Problem description —
Only lines containing the word "function" are needed; pull them out of the material.

Provided information —
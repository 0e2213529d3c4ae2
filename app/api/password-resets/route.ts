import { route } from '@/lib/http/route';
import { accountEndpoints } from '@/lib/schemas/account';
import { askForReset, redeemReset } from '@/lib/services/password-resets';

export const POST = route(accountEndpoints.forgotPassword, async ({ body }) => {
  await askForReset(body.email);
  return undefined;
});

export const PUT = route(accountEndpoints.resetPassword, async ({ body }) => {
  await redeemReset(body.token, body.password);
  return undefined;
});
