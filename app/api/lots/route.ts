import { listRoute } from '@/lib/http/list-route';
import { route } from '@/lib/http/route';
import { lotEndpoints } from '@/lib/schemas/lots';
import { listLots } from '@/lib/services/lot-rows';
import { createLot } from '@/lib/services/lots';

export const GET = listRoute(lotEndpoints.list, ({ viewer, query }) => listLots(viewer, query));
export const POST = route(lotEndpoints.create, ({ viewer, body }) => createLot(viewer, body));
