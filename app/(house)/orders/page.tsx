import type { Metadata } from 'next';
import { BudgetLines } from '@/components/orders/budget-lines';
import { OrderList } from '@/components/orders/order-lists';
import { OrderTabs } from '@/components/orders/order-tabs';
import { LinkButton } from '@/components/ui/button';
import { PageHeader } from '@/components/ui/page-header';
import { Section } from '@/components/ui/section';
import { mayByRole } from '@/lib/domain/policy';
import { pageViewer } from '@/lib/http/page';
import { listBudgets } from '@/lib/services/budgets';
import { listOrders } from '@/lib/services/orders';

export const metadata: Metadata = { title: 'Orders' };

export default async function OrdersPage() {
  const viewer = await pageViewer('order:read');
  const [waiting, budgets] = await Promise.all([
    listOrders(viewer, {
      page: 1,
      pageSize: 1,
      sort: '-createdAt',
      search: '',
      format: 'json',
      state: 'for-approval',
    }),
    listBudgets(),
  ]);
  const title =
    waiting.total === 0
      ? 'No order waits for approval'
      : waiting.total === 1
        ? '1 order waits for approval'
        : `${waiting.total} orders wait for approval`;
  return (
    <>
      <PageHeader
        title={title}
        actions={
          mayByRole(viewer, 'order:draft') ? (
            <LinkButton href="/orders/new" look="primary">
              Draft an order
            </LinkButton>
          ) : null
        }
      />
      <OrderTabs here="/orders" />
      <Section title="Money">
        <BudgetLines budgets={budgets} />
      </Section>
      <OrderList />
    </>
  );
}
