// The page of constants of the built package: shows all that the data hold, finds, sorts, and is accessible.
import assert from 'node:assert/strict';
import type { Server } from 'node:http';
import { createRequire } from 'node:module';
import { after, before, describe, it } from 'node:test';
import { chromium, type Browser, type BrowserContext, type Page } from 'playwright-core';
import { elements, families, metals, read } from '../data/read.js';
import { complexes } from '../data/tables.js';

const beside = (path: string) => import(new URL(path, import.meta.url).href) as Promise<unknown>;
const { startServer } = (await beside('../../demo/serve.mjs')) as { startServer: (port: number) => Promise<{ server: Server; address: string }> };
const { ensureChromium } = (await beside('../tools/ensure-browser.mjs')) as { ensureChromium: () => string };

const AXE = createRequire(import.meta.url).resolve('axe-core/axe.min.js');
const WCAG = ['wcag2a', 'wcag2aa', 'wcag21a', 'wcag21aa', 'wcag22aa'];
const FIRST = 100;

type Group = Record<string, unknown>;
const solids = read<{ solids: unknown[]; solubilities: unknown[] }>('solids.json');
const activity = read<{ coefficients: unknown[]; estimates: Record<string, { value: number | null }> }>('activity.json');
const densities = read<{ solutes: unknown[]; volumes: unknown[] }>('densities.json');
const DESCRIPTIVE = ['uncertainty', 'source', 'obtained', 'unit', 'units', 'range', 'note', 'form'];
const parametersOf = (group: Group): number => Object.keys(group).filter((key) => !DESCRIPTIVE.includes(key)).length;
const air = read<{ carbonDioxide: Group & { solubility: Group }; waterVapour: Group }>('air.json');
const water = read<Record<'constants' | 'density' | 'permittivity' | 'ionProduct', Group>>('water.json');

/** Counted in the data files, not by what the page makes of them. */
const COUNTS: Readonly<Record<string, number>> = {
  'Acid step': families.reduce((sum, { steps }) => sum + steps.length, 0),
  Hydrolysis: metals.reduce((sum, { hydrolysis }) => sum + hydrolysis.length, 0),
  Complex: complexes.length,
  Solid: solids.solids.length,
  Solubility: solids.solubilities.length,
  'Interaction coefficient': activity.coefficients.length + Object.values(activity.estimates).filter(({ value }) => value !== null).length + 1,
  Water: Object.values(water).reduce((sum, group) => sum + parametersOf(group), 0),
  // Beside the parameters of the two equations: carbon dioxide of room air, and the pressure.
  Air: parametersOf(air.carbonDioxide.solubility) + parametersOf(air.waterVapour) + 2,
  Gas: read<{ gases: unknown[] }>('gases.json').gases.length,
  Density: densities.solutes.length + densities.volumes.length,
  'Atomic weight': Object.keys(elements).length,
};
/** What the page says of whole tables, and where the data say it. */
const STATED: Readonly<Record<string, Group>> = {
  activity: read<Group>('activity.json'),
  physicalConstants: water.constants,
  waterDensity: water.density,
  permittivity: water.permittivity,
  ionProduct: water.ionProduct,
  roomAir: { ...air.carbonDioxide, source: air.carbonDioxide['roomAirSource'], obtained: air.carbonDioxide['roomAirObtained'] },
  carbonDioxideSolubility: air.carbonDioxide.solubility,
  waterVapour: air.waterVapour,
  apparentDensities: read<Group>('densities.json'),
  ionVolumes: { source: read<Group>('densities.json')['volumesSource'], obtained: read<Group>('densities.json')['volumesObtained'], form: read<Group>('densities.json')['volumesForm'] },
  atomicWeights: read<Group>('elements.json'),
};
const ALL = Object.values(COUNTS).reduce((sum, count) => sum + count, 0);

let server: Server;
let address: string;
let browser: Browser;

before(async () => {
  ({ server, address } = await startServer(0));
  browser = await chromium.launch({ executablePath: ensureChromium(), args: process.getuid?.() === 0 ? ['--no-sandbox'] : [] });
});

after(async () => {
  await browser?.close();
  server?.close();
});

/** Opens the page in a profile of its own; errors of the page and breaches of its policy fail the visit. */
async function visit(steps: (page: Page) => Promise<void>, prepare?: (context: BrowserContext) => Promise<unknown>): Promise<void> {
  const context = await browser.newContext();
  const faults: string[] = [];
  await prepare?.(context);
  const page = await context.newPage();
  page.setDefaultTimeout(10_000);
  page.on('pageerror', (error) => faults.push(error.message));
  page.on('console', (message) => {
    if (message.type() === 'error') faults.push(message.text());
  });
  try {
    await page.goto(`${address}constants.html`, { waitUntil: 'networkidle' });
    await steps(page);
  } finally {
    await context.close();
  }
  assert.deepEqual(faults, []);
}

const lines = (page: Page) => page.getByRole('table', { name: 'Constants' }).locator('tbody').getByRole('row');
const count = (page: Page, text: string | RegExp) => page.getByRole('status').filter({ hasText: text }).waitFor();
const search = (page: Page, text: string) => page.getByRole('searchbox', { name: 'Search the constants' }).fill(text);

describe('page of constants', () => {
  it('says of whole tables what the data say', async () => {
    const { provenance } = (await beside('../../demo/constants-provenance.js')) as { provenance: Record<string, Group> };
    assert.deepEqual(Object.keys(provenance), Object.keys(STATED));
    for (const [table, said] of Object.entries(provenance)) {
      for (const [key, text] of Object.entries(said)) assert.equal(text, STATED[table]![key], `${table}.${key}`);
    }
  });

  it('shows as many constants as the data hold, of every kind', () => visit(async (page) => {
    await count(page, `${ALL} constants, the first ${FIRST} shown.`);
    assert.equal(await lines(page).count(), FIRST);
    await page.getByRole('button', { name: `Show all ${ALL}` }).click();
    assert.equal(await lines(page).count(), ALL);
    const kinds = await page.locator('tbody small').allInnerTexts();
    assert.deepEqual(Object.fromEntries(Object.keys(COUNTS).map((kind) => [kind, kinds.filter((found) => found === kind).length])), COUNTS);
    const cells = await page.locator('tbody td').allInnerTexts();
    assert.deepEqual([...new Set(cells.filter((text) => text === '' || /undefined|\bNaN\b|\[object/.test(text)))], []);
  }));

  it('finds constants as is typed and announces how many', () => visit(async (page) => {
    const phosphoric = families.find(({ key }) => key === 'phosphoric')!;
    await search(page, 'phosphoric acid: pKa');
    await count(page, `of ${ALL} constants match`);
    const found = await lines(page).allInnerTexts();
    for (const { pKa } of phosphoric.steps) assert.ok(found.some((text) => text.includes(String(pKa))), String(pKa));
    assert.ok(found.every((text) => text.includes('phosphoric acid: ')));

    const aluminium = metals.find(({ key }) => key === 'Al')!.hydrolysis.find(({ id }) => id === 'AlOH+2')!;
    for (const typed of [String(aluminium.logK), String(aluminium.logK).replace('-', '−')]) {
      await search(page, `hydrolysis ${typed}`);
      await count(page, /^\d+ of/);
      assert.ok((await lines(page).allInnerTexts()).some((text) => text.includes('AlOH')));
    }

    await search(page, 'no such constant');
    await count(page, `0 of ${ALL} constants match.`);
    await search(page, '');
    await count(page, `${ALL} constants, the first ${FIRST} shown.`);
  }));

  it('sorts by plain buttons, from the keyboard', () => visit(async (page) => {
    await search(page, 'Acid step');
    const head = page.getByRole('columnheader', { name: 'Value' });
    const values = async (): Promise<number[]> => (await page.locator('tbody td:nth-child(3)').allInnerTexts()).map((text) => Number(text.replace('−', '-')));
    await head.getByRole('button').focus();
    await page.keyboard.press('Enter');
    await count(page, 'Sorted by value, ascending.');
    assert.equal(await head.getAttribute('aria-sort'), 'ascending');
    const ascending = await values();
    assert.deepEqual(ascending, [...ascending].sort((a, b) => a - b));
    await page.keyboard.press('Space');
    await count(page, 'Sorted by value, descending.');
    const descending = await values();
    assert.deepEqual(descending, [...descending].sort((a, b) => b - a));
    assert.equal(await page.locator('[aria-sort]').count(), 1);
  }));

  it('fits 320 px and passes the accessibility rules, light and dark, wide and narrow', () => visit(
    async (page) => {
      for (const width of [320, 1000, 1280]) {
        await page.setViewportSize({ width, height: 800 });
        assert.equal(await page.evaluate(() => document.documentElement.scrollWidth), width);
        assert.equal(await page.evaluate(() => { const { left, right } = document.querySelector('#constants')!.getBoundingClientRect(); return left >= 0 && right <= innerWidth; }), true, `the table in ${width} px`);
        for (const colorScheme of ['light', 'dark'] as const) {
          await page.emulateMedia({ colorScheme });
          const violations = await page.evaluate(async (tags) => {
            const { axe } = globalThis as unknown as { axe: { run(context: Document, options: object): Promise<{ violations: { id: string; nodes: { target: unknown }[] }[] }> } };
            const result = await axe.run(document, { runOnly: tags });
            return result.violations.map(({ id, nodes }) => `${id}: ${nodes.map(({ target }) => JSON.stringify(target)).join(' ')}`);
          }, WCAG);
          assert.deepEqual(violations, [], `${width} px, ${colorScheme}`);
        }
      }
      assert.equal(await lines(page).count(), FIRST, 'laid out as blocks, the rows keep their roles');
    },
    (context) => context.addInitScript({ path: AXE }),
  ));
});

Worked solution —
export default async function OrdersPage() {
async function visit(steps: (page: Page) => Promise<void>, prepare?: (context: BrowserContext) => Promise<unknown>): Promise<void> {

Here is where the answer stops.